Le problème est gigantesque. D’ailleurs, s’y est-on bien pris avec des filières REP fonctionnant par métiers plutôt que par matières ?
Cette proposition de loi vise à fusionner la filière REP emballages ménagers et la filière REP papier. La dissymétrie de volume et de valeur est grande : même si la presse ne représente que 20 % de la REP papier, est-il concevable de sortir un gisement de la filière alors que nous sommes en train de bâtir un dispositif qui englobe l’entièreté du cycle de vie de ce que nous produisons ? Est-ce que la notion même d’économie circulaire, pensée dans sa globalité, n’est pas en quelque sorte remise en cause ?
S’agissant de la presse, les situations sont bien différentes selon les titres. Si les petites diffusions peinent à trouver l’équilibre financier, ce n’est pas forcément le cas des autres, notamment dans la presse nationale. Est-ce que les conséquences de l’écocontribution peuvent fragiliser certains titres ? C’est là que nous entrons dans le dur face aux enjeux actuels d’écologie, d’économie et de démocratie.
Effectivement, les titres de presse engagés, militants et originaux qui font vivre notre démocratie en donnant d’autres points de vue sur le monde sont diffusés en petit nombre. Cette richesse doit être protégée, cultivée et garantie. Comme le rappelle la Cour européenne des droits de l’homme, ce pluralisme est l’un des éléments constitutifs de la démocratie. Que l’État prenne ses responsabilités !
Cela dit, la compensation en nature par des encarts publicitaires, qui donne lieu à la réduction de l’écocontribution de la presse, représente un manque à gagner pour les collectivités. Ce n’est pas un petit sujet.

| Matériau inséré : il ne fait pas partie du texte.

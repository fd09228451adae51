import { type Sentences } from './sentences.ts';
import { type Token } from './tokens.ts';

const MAKES =
  /\b(?:make|need|needs|wants|want|do|makes|making|quantity|also|of them|of these|twice|pair|identical|each side|there is|there are|you will be making|two of|each)\b/;
const NOT_COUNTED = 'SGtUHZCKPD';

/** How many to make of the piece that begins here: the number said with it, before its first line or in it. */
export function readMake(tokens: readonly Token[], from: number, to: number, sentences: Sentences): number {
  let found = 1;
  for (let i = from; i < to; i++) {
    const token = tokens[i]!;
    const start = sentences.isPunctuated ? sentences.startOf[i]! : Math.max(sentences.startOf[i]!, i - 9);
    const end = sentences.isPunctuated ? sentences.endOf[i]! : Math.min(sentences.endOf[i]!, i + 6);
    const text = tokens
      .slice(Math.max(from, start), Math.min(to, end))
      .map((one) => one.text)
      .join(' ');
    if (/\b(?:a|the) pair\b|\bpair of\b/.test(text)) found = Math.max(found, 2);
    if (/\btwice\b/.test(text) && /\b(?:make|making|do|everything)\b/.test(text)) found = Math.max(found, 2);
    if (token.kind !== 'N' || token.isGuess) continue;
    const n = Number(token.value);
    const next = tokens[i + 1];
    if (n < 2 || n > 60 || NOT_COUNTED.includes(next?.kind ?? '.') || tokens[i - 1]?.kind === 'U') continue;
    if (isMeasure(next) || isMeasure(tokens[i + 2])) continue;
    if (MAKES.test(text) || isAlone(tokens, i)) found = found === 1 ? n : found;
  }
  return found;
}

const MEASURE =
  /^(?:millimet|centimet|inch|yard|gram|ounce|minute|ply|hundred|weight|half|color|colour|ball|skein|hour|year|month|stitch|row|round|finger|child|kid|people|month|dog)/;

function isMeasure(token: Token | undefined): boolean {
  return token !== undefined && MEASURE.test(token.text);
}

/** `Legs. There's four.`, `Legs, so, four.`, `Two ears.` */
function isAlone(tokens: readonly Token[], i: number): boolean {
  const before = tokens[i - 1]?.kind ?? '.';
  const after = tokens[i + 1]?.kind ?? '.';
  const isHead = '.|'.includes(before) && after === 'w';
  return isHead || (',v~.|w'.includes(before) && '.,|'.includes(after)) || (after === 'w' && '~&a'.includes(before));
}

const NO_NAME = new Set(
  'first last now okay so the a an welcome back hello new piece part thing bit next one it he she they them we you i and then going make made make two need little small big that this good well start starting begin beginning time today here there up out let see look right color colour brown green white red pink dark light yarn same done cut tail long mine way hand hands put sew stitch hold find join what all day just more turn upside down get hi hey over on off fun'.split(
    ' ',
  ),
);

/** What the piece is called: the likeliest noun among the words that lead to its first line. */
export function readPieceName(tokens: readonly Token[], from: number, to: number): string | null {
  const words = tokens
    .slice(from, to)
    .filter(
      (token) =>
        token.kind === 'w' && token.text.length > 2 && !NO_NAME.has(token.text) && /^[a-z'-]+$/.test(token.text),
    );
  const counts = new Map<string, number>();
  words.forEach((token, n) => {
    const i = tokens.indexOf(token, from);
    const isLed = tokens[i - 1]?.kind === 'a' || tokens[i - 1]?.kind === 'N';
    const isHead = '.|,'.includes(tokens[i + 1]?.kind ?? '.');
    counts.set(token.text, (counts.get(token.text) ?? 0) + 1 + (isLed ? 0.6 : 0) + (isHead ? 0.6 : 0) + n / 1000);
  });
  const best = [...counts].sort((a, b) => b[1] - a[1])[0]?.[0];
  return best === undefined ? null : `${best[0]!.toUpperCase()}${best.slice(1)}`;
}
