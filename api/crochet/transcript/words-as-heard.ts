import { alignWords, plainWord } from './align-words.ts';
import { type Draft, type DraftLine } from './draft.ts';

/** A caption as the file had it, and as somebody corrected it. */
export interface HeardCue {
  readonly heard: string;
  readonly corrected: string | null;
}

/** A word of a caption as it stands now, with the words of the file that it stands for, counted over the whole transcript. */
export interface HeardWord {
  readonly text: string;
  /** -1 and -1 for what is no word: a dash, a note sign. */
  readonly first: number;
  readonly last: number;
}

const split = (text: string) => text.split(/\s+/u).filter((word) => word !== '');
/** A dash or a note sign standing alone is no word to the reading, so it has no number. */
const isWord = (text: string) => /[\p{L}\p{N}]/u.test(text);

/** For each of `to` words that took the place of `from` words, which of them it stands for. */
function shared(from: number, to: number, start: number): { first: number; last: number }[] {
  return Array.from({ length: to }, (_, n) => {
    const first = Math.min(from - 1, Math.floor((n * from) / to));
    const last = Math.max(first, Math.floor(((n + 1) * from) / to) - 1);
    return { first: start + first, last: start + last };
  });
}

/** The numbers of corrected words: their own where they were heard so, else those of the words they replace. */
function numbersOf(heard: readonly string[], words: readonly string[], start: number) {
  const found = alignWords(heard.map(plainWord), words.map(plainWord));
  const numbers: { first: number; last: number }[] = [];
  let passed = 0;
  for (let n = 0; n < words.length;) {
    const own = found[n]!;
    if (own >= 0) {
      numbers.push({ first: start + own, last: start + own });
      passed = own + 1;
      n += 1;
      continue;
    }
    let end = n;
    while (end < words.length && found[end]! < 0) end += 1;
    const until = end < words.length ? found[end]! : heard.length;
    // Words put in between two others stand for the one before them.
    const from = until > passed ? passed : Math.max(0, passed - 1);
    numbers.push(...shared(Math.max(1, until - from), end - n, start + from));
    n = end;
  }
  return numbers;
}

/**
 * The words of each caption as they stand now, numbered as the file has them. Words of a transcript have one number for
 * ever, whatever is corrected, so that what was once said of them still points at them.
 */
export function wordsAsHeard(cues: readonly HeardCue[]): HeardWord[][] {
  let start = 0;
  return cues.map(({ heard, corrected }) => {
    const spoken = split(heard).filter(isWord);
    const shown = split(corrected ?? heard);
    const words = shown.filter(isWord);
    const numbers =
      corrected === null || spoken.length === 0
        ? words.map((_, n) => ({ first: start + n, last: start + n }))
        : numbersOf(spoken, words, start);
    start += spoken.length;
    let n = 0;
    return shown.map((text) => ({ text, ...(isWord(text) ? numbers[n++]! : { first: -1, last: -1 }) }));
  });
}

/** What was drafted from corrected captions, with its words numbered as the file has them. */
export function inHeardNumbers(draft: Draft, cues: readonly HeardCue[]): Draft {
  if (cues.every(({ corrected }) => corrected === null)) return draft;
  const words = wordsAsHeard(cues)
    .flat()
    .filter(({ first }) => first >= 0);
  const numbered = <T extends { readonly firstWord: number; readonly lastWord: number }>(one: T): T => {
    const firstWord = words[one.firstWord]?.first ?? 0;
    return { ...one, firstWord, lastWord: Math.max(firstWord, words[one.lastWord]?.last ?? 0) };
  };
  const inLine = (line: DraftLine): DraftLine => ({ ...line, evidence: line.evidence.map(numbered) });
  return {
    ...draft,
    pieces: draft.pieces.map((piece) => ({ ...piece, lines: piece.lines.map(inLine) })),
    corrections: draft.corrections.map(numbered),
  };
}
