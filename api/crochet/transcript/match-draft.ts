import { plainWord } from './align-words.ts';

/** What is compared of a line, drafted or standing in a pattern. */
export interface ComparedLine {
  readonly kind: string;
  readonly label: string;
  readonly from: number | null;
  readonly to: number | null;
  readonly text: string;
}

export interface ComparedPiece<L extends ComparedLine = ComparedLine> {
  readonly name: string;
  readonly lines: readonly L[];
}

/** How much of two pieces must be the same, and of two lines, to be taken for one under another name or number. */
const SAME_PIECE = 0.5;
const SAME_LINE = 0.6;
/** So many lines on are looked at for one that says nearly the same. */
const LOOK_ON = 8;

const plain = (text: string) => text.trim().toLowerCase().replace(/\s+/g, ' ');
const isNumbered = ({ kind }: ComparedLine) => kind === 'round' || kind === 'row';

const keyOf = (line: ComparedLine) =>
  isNumbered(line) ? `${line.kind} ${line.from} ${plain(line.text)}` : `${line.kind} ${plain(line.text)}`;

/** Share of lines that both pieces have, of the larger. */
function likeness(a: ComparedPiece, b: ComparedPiece): number {
  const keys = new Set(a.lines.map(keyOf));
  const both = new Set(b.lines.map(keyOf).filter((key) => keys.has(key)));
  return both.size / Math.max(1, a.lines.length, b.lines.length);
}

/**
 * Which piece of the pattern each drafted piece is: by its name, else, where somebody renamed it, by what it is made of.
 * @param mayBeRenamed whether a piece of the pattern can be one of the draft under another name
 * @returns for each drafted piece the index of the known one, or -1; none is given twice
 */
export function matchPieces<K extends ComparedPiece>(
  drafts: readonly ComparedPiece[],
  known: readonly K[],
  mayBeRenamed: (piece: K) => boolean = () => true,
): number[] {
  const taken = new Set<number>();
  const take = (index: number) => {
    if (index >= 0) taken.add(index);
    return index;
  };
  const named = drafts.map(({ name }) =>
    take(known.findIndex((piece, i) => !taken.has(i) && plain(piece.name) === plain(name))),
  );
  return drafts.map((draft, n) => {
    if (named[n]! >= 0) return named[n]!;
    let best = -1;
    let most = 0;
    known.forEach((piece, i) => {
      const like = taken.has(i) || !mayBeRenamed(piece) ? 0 : likeness(draft, piece);
      if (like >= SAME_PIECE && like > most) [best, most] = [i, like];
    });
    return take(best);
  });
}

/** Share of words that two lines have in common. */
function wordsInCommon(a: string, b: string): number {
  const left = a.split(/\s+/).map(plainWord);
  const right = b.split(/\s+/).map(plainWord);
  const counts = new Map<string, number>();
  for (const word of left) counts.set(word, (counts.get(word) ?? 0) + 1);
  let both = 0;
  for (const word of right) {
    const n = counts.get(word) ?? 0;
    if (n > 0) both += 1;
    counts.set(word, n - 1);
  }
  return (2 * both) / Math.max(1, left.length + right.length);
}

/** The same line with another end of its range, another number after a miscount, or other words of the same step. */
function isLikeLine(draft: ComparedLine, line: ComparedLine): boolean {
  if (draft.kind !== line.kind) return false;
  if (isNumbered(draft) && draft.from === line.from) return true;
  return (
    wordsInCommon(draft.text, line.text) >= SAME_LINE && (!isNumbered(draft) || plain(draft.text) === plain(line.text))
  );
}

interface Gap {
  readonly from: number;
  readonly to: number;
  readonly after: number;
  readonly before: number;
}

/** Fills in, between lines that were found, those that are the same but for their number or some words. */
function fillGap(drafts: readonly ComparedLine[], lines: readonly ComparedLine[], found: Found, gap: Gap): void {
  let next = gap.after + 1;
  for (let n = gap.from; n < gap.to; n++) {
    for (let i = next; i < Math.min(gap.before, next + LOOK_ON); i++) {
      if (found.taken.has(i) || !isLikeLine(drafts[n]!, lines[i]!)) continue;
      found.at[n] = i;
      found.taken.add(i);
      next = i + 1;
      break;
    }
  }
}

interface Found {
  readonly at: number[];
  readonly taken: Set<number>;
}

/** By what a line is known: its numbers, or its words and its label. */
function namesOf(line: ComparedLine): string[] {
  if (isNumbered(line)) return [`${line.kind} ${line.from} ${line.to}`];
  const label = line.label.trim() === '' ? [] : [`${line.kind} label ${plain(line.label)}`];
  return [`${line.kind} text ${plain(line.text)}`, ...label];
}

/** Finds each drafted line under a name that a known one has, the first of those that are free. */
function findByName(drafts: readonly ComparedLine[], lines: readonly ComparedLine[]): Found {
  const places = new Map<string, number[]>();
  lines.forEach((line, i) => {
    for (const name of namesOf(line)) places.set(name, [...(places.get(name) ?? []), i]);
  });
  const taken = new Set<number>();
  const free = (name: string) => {
    const list = places.get(name) ?? [];
    while (list.length > 0 && taken.has(list[0]!)) list.shift();
    return list[0] ?? -1;
  };
  const at = drafts.map((draft) => {
    const i =
      namesOf(draft)
        .map(free)
        .find((one) => one >= 0) ?? -1;
    if (i >= 0) taken.add(i);
    return i;
  });
  return { at, taken };
}

/**
 * Which line of a piece each drafted line is: the one of the same numbers (of a step: of the same words), else one between
 * the same neighbours that says nearly the same.
 * @returns for each drafted line the index of the known one, or -1; none is given twice
 */
export function matchLines(drafts: readonly ComparedLine[], lines: readonly ComparedLine[]): number[] {
  const found = findByName(drafts, lines);
  let after = -1;
  for (let n = 0; n < drafts.length; n++) {
    if (found.at[n]! >= 0) {
      after = found.at[n]!;
      continue;
    }
    let to = n;
    while (to < drafts.length && found.at[to]! < 0) to += 1;
    const before = to < drafts.length ? found.at[to]! : lines.length;
    if (before > after) fillGap(drafts, lines, found, { from: n, to, after, before });
    n = to - 1;
  }
  return found.at;
}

En outre, pour qu’elle ait un réel effet, il faut repenser et mieux encadrer cette pratique. En effet, les lecteurs ne doivent pas s’imaginer qu’il s’agit là d’une démarche volontaire ; ils doivent savoir que c’est la compensation d’une contribution financière dont le journal s’exonère.
En l’état, ces encarts ont-ils réellement un effet positif ? Leur contenu ne devrait-il pas être un tant soit peu contrôlé et, pourquoi pas, inspiré des rapports du Giec, dont le dernier a été rendu public hier ?
Le monde dans lequel nous vivons, celui du réchauffement climatique, de l’accumulation des déchets, de trop nombreuses pollutions diffuses et insidieuses, et de la diminution des ressources nous oblige. Le cap ambitieux et vertueux des « trois R » – réduction, réemploi, recyclage – doit absolument être maintenu en respectant scrupuleusement l’ordre de priorité.
Alors que nous entamons un chemin qui se veut plus vertueux, réaliste et responsable, mais qui demeure inabouti, peut-on adopter des mesures qui constitueraient des régressions environnementales ? Face à ces nombreuses questions, mon groupe fera le choix d’une abstention bienveillante.